Try some sativa. Should fix it. I got ahold of some once that made you want to go to work, or mow the lawn or dance or fix something, or just do anything. You had to do something. It made you. It was like a urge to smoke a cigg. You HAD to !

It was awsome.... No body to the high at all. It was all mind. It was $90 a 1/4oz though. But damn I cant complain.


----------



## cincy boy (Mar 28, 2005)

yeah wever I smoke I always have to do somthing I cant just sit so I just clean haha


----------



## Unregistered (Apr 2, 2005)

I know people that cant stand smoking seeds they pick them out everytime they smoke it and if they smoke one seed they get a headache...i however have found better quality mj and havnt found a seed in it yet


----------



## Goldie (Apr 4, 2005)

I have heard that if your weed isn`t cured it will make your head ache.


----------



## brainwreck (Apr 4, 2005)

if i gorget to take out little pieces of branches and seeds, sometimes i also get a headache, but depends from human to human, could be indeed like already said, to much indica, switch to sativa.

greetz


----------



## DavidfromMichigan (Aug 25, 2022)

Bigwake20s said:


> Everytime i smoke a lot or a blunt or like 3 big bong rips i get really tired and DUMB AS **** lol what happend to the days when i could get stoned an continue my normal day thanx


Are you smoking home grown?  A lot of dispensaries don't have a clue what their suppliers are putting in their weed they grow.  And since it's an open market for that top shelf,  you can guarantee most of them are pumping their plants full of pgr's.  That'll give you a headache.. to say the least.


----------



## oldfogey8 (Aug 25, 2022)

DavidfromMichigan said:


> Are you smoking home grown?  A lot of dispensaries don't have a clue what their suppliers are putting in their weed they grow.  And since it's an open market for that top shelf,  you can guarantee most of them are pumping their plants full of pgr's.  That'll give you a headache.. to say the least.

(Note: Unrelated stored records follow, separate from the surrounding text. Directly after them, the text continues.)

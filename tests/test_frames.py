"""Tables that are not files (drift/intake/_frames.py): DataFrames, mappings of them, Arrow tables.

Each is read into the same RawTables the file readers make, so the same rules and messages apply;
a message names the frame and its row (counted as ``iloc`` counts).
"""

from __future__ import annotations

import warnings

import pandas as pd
import pytest
from conftest import small_table

import drift
from drift.errors import InputError, ModelQualityWarning

SEASONS = ("2021-22", "2022-23", "2023-24")
#: what intake adds to say where a row came from; everything else must match the file's reading
WHERE = ["source_file", "source_row"]


@pytest.fixture(scope="module")
def league():
    return small_table(n_players=12, seasons=SEASONS, seed=3)


@pytest.fixture(scope="module")
def from_csv(league, tmp_path_factory):
    path = tmp_path_factory.mktemp("csv") / "all.csv"
    league.to_csv(path, index=False)
    return drift.prepare(path)


@pytest.fixture(scope="module")
def from_folder(league, tmp_path_factory):
    folder = tmp_path_factory.mktemp("folder")
    for season, block in league.groupby("season"):
        block.drop(columns="season").to_csv(folder / f"{season}.csv", index=False)
    return drift.prepare(folder)


def _same_reading(a, b):
    pd.testing.assert_frame_equal(a.seasons.drop(columns=WHERE), b.seasons.drop(columns=WHERE))
    pd.testing.assert_frame_equal(a.excluded.drop(columns=WHERE, errors="ignore"),
                                  b.excluded.drop(columns=WHERE, errors="ignore"))
    assert a.features == b.features


def test_a_long_dataframe_reads_as_the_same_table_from_a_file(league, from_csv):
    given = league.copy()
    prepared = drift.prepare(given)
    _same_reading(prepared, from_csv)
    assert prepared.files == ("DataFrame 'seasons'",)
    assert set(prepared.seasons["source_file"]) == {"DataFrame 'seasons'"}
    pd.testing.assert_frame_equal(given, league)  # the caller's frame is untouched


def test_a_mapping_names_each_frame_and_its_key_gives_the_season(league, from_folder):
    by_season = {s: block.drop(columns="season") for s, block in league.groupby("season")}
    prepared = drift.prepare(by_season)
    _same_reading(prepared, from_folder)  # as a folder of files named by season
    assert prepared.files == tuple(f"DataFrame {s!r}" for s in SEASONS)


def test_arrow_tables_convert_through_to_pandas_and_the_stream_interface(league, from_csv):
    pa = pytest.importorskip("pyarrow", reason="pyarrow is not installed (pip install 'role-drift[parquet]')")

    class StreamOnly:  # a table from another library that offers only the Arrow PyCapsule stream
        def __init__(self, table):
            self._table = table

        def __arrow_c_stream__(self, requested_schema=None):
            return self._table.__arrow_c_stream__(requested_schema)

    table = pa.Table.from_pandas(league, preserve_index=False)
    _same_reading(drift.prepare(table), from_csv)
    prepared = drift.prepare({"all": StreamOnly(table)})
    _same_reading(prepared, from_csv)
    assert prepared.files == ("StreamOnly 'all'",)


def test_named_index_levels_are_read_as_columns(league, from_csv):
    _same_reading(drift.prepare(league.set_index(["season", "player_id"])), from_csv)


def test_a_bad_cell_is_named_by_the_frame_row_and_column(league):
    bad = league.copy()
    bad.loc[14, "games"] = -3
    with pytest.raises(InputError, match=r"^DataFrame 'seasons', row 14, column 'games': value -3 is not allowed"):
        drift.prepare(bad)
    shuffled = bad.sample(frac=1.0, random_state=1)  # the row is the position (iloc), not the index label
    position = int((shuffled["games"] < 0).to_numpy().argmax())
    with pytest.raises(InputError, match=rf"row {position}, column 'games'"):
        drift.prepare(shuffled)


def test_a_duplicate_row_names_both_frames(league):
    by_season = {s: block.drop(columns="season") for s, block in league.groupby("season")}
    by_season["2022-23"] = pd.concat([by_season["2022-23"], by_season["2022-23"].head(1)], ignore_index=True)
    with pytest.raises(InputError, match=r"^DataFrame '2022-23', row 0: player_id 'P0' appears twice"):
        drift.prepare(by_season)


@pytest.mark.parametrize("make, expect", [
    (lambda t: t.drop(columns="season"), r"DataFrame 'seasons': there is no season column; add one, or pass "
                                         r"a mapping of season -> DataFrame"),
    (lambda t: {"regular": t.drop(columns="season")}, r"DataFrame 'regular': the name 'regular' holds no season"),
    (lambda t: {"2022-23": t}, r"DataFrame '2022-23', row 0, column 'season': season '2021-22' disagrees"),
    (lambda t: t.head(0), r"DataFrame 'seasons': has columns but no rows"),
    (lambda t: pd.DataFrame(), r"DataFrame 'seasons': has no columns"),
    (lambda t: t.rename(columns={"minutes": "games"}), r"column name\(s\) \['games'\] appear more than once"),
    (lambda t: pd.concat({"a": t}, axis=1), r"MultiIndex columns"),
    (lambda t: t.drop(columns="games"), r"DataFrame 'seasons': missing required column\(s\) \['games'\]"),
    (lambda t: {}, r"the mapping of tables is empty"),
    (lambda t: {"2021-22": [1, 2]}, r"DataFrame '2021-22': is a list, not a DataFrame"),
    (lambda t: [t, "2021-22.csv"], r"the data mix a path and a table; give paths, or one DataFrame"),
])
def test_refusals_name_the_frame(league, make, expect):
    with pytest.raises(InputError, match=expect):
        drift.prepare(make(league))


def test_a_table_that_fails_to_convert_is_refused_with_its_reason():
    class Broken:
        def to_pandas(self):
            raise RuntimeError("the connection to the cache is gone")

    class NotAFrame:
        def to_pandas(self):
            return [1, 2, 3]

    with pytest.raises(InputError, match=r"Broken 'seasons': cannot be converted to a pandas DataFrame \(the "
                                         r"connection to the cache is gone\)"):
        drift.prepare(Broken())
    with pytest.raises(InputError, match=r"to_pandas\(\) gave a list, not a DataFrame"):
        drift.prepare(NotAFrame())


@pytest.mark.slow
# the league is random numbers: a feature with no season-to-season signal is named, rightly
@pytest.mark.filterwarnings("ignore::drift.errors.UnreliableFeatureWarning")
def test_every_api_entry_point_takes_frames(league, tmp_path):
    """run, check, place and the in-season check: a DataFrame wherever files were taken."""
    config = drift.Config(roles=3, components=2)
    with warnings.catch_warnings():
        # random uniform features have no roles to reproduce: a weak role is expected here
        warnings.simplefilter("ignore", ModelQualityWarning)
        analysis = drift.run(league, tmp_path / "out", config)
    assert (tmp_path / "out" / "model.json").exists() and len(analysis.placements) == len(league)
    assert "DataFrame &#39;seasons&#39;" in (tmp_path / "out" / "report.html").read_text(encoding="utf-8")
    assert drift.check(league, config).ok
    model = tmp_path / "out" / "model.json"
    latest = league[league["season"] == SEASONS[-1]]
    placed = drift.place(model, {"2023-24": latest.drop(columns="season")}, tmp_path / "placed.csv")
    assert len(placed.placements) == len(latest)
    partial = latest.assign(season="2024-25", games=10, minutes=250)
    checked = drift.check_files(model, partial, league, tmp_path / "early")
    assert len(checked.checks) == len(partial)  # every partial player has an earlier season here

He is smoking 17 year old weed… 

The post is from 2005…


----------



## joeb631a (Aug 25, 2022)

Bigwake20s said:


> Everytime i smoke a lot or a blunt or like 3 big bong rips i get really tired and DUMB AS **** lol what happend to the days when i could get stoned an continue my normal day thanx


you need to find the pot that makes you feel good


----------



## DavidfromMichigan (Aug 25, 2022)

oldfogey8 said:


> He is smoking 17 year old weed…
> 
> The post is from 2005…


Lol. Holy shit.


----------



## boo (Aug 25, 2022)

oldfogey8 said:


> He is smoking 17 year old weed…
> 
> The post is from 2005…


that's why they call it dope...


----------



## WeedHopper (Aug 26, 2022)

Fking Stoners.


----------



## SubmarineGirl (Aug 26, 2022)

So what was with the headache anyway? M never said anything about a headache in the post only tired and dumb shit. 
…maybe an ugly spouse?


----------



## DavidfromMichigan (Aug 26, 2022)

SubmarineGirl said:


> So what was with the headache anyway? M never said anything about a headache in the post only tired and dumb shit.
> …maybe an ugly spouse?


The title reads "Anyone know why I always get a headache? "


----------



## SubmarineGirl (Aug 26, 2022)

DavidfromMichigan said:


> The title reads "Anyone know why I always get a headache? "


I know, that’s why I was looking for anything about a headache in the post.  With a title like that you know?


----------



## oldfogey8 (Aug 26, 2022)

I have a headache…


----------



## RosterMan (Aug 26, 2022)

oldfogey8 said:


> I have a headache…


Is your wife ugly


----------



## oldfogey8 (Aug 26, 2022)

RosterMan said:


> Is your wife ugly


My wife is gorgeous. I am pretty ugly…


----------



## RosterMan (Aug 26, 2022)

If my dog had a face like yours 
I would shave its azz and make it walk backwards


----------



## oldfogey8 (Aug 26, 2022)

RosterMan said:


> If my dog had a face like yours
> I would shave its azz and make it walk backwards


Since he looks like you, do you have to pull him away from running into traffic in an effort to end his misery?


----------



## WeedHopper (Aug 27, 2022)

He doesn't have a dog,,it killed itself long time ago.


----------



## SubmarineGirl (Aug 27, 2022)

oldfogey8 said:


> My wife is gorgeous. I am pretty ugly…


Quit looking in the mirror so much and the headaches will go away


----------



## oldfogey8 (Aug 27, 2022)

SubmarineGirl said:


> Quit looking in the mirror so much and the headaches will go away


I rarely look in the mirror. Out of sight, out of my mind…


----------



## Hippie420 (Aug 27, 2022)

Rough crowd in here today.


----------



## DavidfromMichigan (Aug 27, 2022)

SubmarineGirl said:


> I know, that’s why I was looking for anything about a headache in the post.  With a title like that you know?


Oh I'm sorry.  I didn't understand.


----------



## Patwi (Sep 1, 2022)

*did he die*


----------